Simon Tisdall
Zoom. La stupéfiante remarque du nouveau président philippin Rodrigo Duterte à propos de Barack Obama s’insère dans une longue tradition de langage, disons, peu diplomatique.
«Fils de p…» L’invective de Rodrigo Duterte, le nouvel autocrate philippin démocratiquement élu, à l’encontre du président américain Barack Obama a jeté un certain froid sur les relations entre Washington et Manille. Mais le choix des mots de Duterte n’est pas nouveau dans l’histoire du discours politique. Des insultes de tout type ont été utilisées par d’autres politiciens, dirigeants et figures populaires au moins depuis que la Grèce antique a inventé la démocratie.
Dans la première partie de Henry IV de Shakespeare, Falstaff qualifie le jeune prince de Galles, futur roi d’Angleterre, de «bite de taureau» et le prince réplique par un «fils de p… obèse». Pas trop différent de ce que, six cents ans plus tard, Duterte dira. D’ailleurs, Barack Obama, premier président noir des Etats-Unis, a eu le temps de s’habituer.

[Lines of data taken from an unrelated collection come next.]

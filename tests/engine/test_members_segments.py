"""Members and unbraced segments of small invented frames, every expectation worked out by hand.

Conventions in the comments: coordinates and distances in m; a member points "forwards" (towards
+x, else +y, else up: README, "Sign convention"), so a beam along x starts at its smallest x and a
column at its foot; ``s`` is the distance along a member from its start; M is in kN·m, positive
when it compresses the top flange. A node braces a flange when it is a support, a member end that
connects to another element, or a listed brace of that flange (README, "Which flange is braced
where"); the top-flange segments run between consecutive top-braced nodes, the bottom-flange ones
between bottom-braced nodes, and a member steeper than 45° gets only "either" segments.
"""

from __future__ import annotations

import itertools
import math
from dataclasses import dataclass, field
from pathlib import Path

import numpy as np
import pandas as pd
import pytest
from flangewise.engine.diagrams import member_stations
from flangewise.readers import InputError

FLANGES = ("top", "bottom", "either")


@dataclass(frozen=True)
class Expect:
    """One member as worked out by hand.

    ``top``, ``bottom`` and ``either`` list the (start, end) of that flange's segments [m from the
    member's start] in order; ``cantilever`` names the segments that reach a free end as
    (flange, index along the member from 0).
    """

    elements: tuple[str, ...]
    length: float
    top: tuple[tuple[float, float], ...] = ()
    bottom: tuple[tuple[float, float], ...] = ()
    either: tuple[tuple[float, float], ...] = ()
    steep: bool = False
    cantilever: frozenset[tuple[str, int]] = field(default_factory=frozenset)


def assert_bounds(actual: list[tuple[float, float]], expected, what: str) -> None:
    assert len(actual) == len(expected), f"{what}: {actual} != {list(expected)}"
    if expected:
        np.testing.assert_allclose(np.array(actual), np.array(expected), atol=1e-6, err_msg=what)


def check_layout(built, expected: list[Expect]) -> dict[tuple[str, ...], str]:
    """Compare members and segments with the hand-worked ones; return member id per chain."""
    assert len(built.member_names) == len(expected)
    assert built.chains() == {e.elements for e in expected}
    names = {}
    for e in expected:
        member = built.member_of(e.elements[0])
        names[e.elements] = member
        assert built.elements_of(member) == list(e.elements)
        assert built.length_m(member) == pytest.approx(e.length, abs=1e-6)
        assert bool(built.layout.members.table.loc[member, "steep"]) is e.steep
        for flange in FLANGES:
            assert_bounds(built.bounds(member, flange), getattr(e, flange), f"{member} {flange}")
            cantilever = built.segments(member, flange)["cantilever"].tolist()
            assert cantilever == [(flange, k) in e.cantilever for k in range(len(cantilever))], (
                f"{member} {flange} cantilever flags"
            )
    return names


def segment_ids(built, member: str, flange: str) -> list[str]:
    return [str(s) for s in built.segments(member, flange).index]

On l’a accusé d’être un musulman converti et un membre des Black Panthers, d’avoir menti à propos de la mort d’Oussama Ben Laden, de financer ses campagnes avec l’argent de la drogue.
Un t-shirt électoral proclamait: «Quelque part au Kenya il manque l’idiot du village.» On se souvient que George Bush Sr., remplacé en 1992 par Bill Clinton et Al Gore, parlait de ses rivaux démocrates comme de «deux abrutis».
En France, Nicolas Sarkozy a réussi l’exploit d’insulter trois dirigeants alliés d’un coup lors d’un déjeuner officiel en 2009 en disant qu’Obama n’était «pas toujours à niveau quant aux prises de décision et à l’efficacité»; que le premier ministre espagnol José Luis Zapatero n’était «sans doute pas très intelligent» et qu’Angela Merkel ne comprenait pas bien la crise financière mondiale.
Les gaffes ont aussi été la spécialité de l’ex-maire de Londres Boris Johnson, aujourd’hui ministre des Affaires étrangères. Il a causé un scandale – et un éclat de rire – en Turquie en écrivant un limerick (poème humoristique de cinq vers rimés, ndlr), évoquant Recep Tayyip Erdogan en train d’honorer une chèvre.
Une arme de choix: le sexisme
Les rivalités historiques entre nations ont souvent incité leurs dirigeants à recourir à un vocabulaire indélicat. Napoléon traitait dédaigneusement les Anglais de «nation de boutiquiers», tandis que Jacques Chirac affirmait: «On ne peut se fier à des gens qui ont une cuisine aussi nulle. La seule chose qu’ils ont apportée à l’agriculture européenne, c’est la maladie de la vache folle.»
Le sexisme a souvent été une arme de choix. Accusé d’être en état d’ébriété à la Chambre des communes, Winston Churchill répliqua à la députée Bessie Braddock: «Ma chère, vous êtes laide. Pis, vous êtes affreusement laide. Mais demain je serai sobre et vous, vous resterez affreusement laide.»
Un mot de Sarkozy est entré dans le langage courant: lorsque, à la Foire de l’agriculture de Paris, un électeur refusa de serrer la main du nouveau président, il se vit gratifier d’un inélégant «Casse-toi, pauvre con, va».
Quiconque imagine que l’insulte en politique est un phénomène moderne devrait se pencher sur ce qu’a dû encaisser, successivement, un président américain du XIXe siècle, selon Geoffrey Stone, du Chicago Tribune: menteur, despote, usurpateur, voleur, monstre, parjure, ignare, tricheur, tyran, esprit du mal, lâche, bouffon, pirate, boucher, démon, monte-en-l’air et traître à la patrie!
Ce président-là était Abraham Lincoln, dont la réputation est manifestement remontée depuis.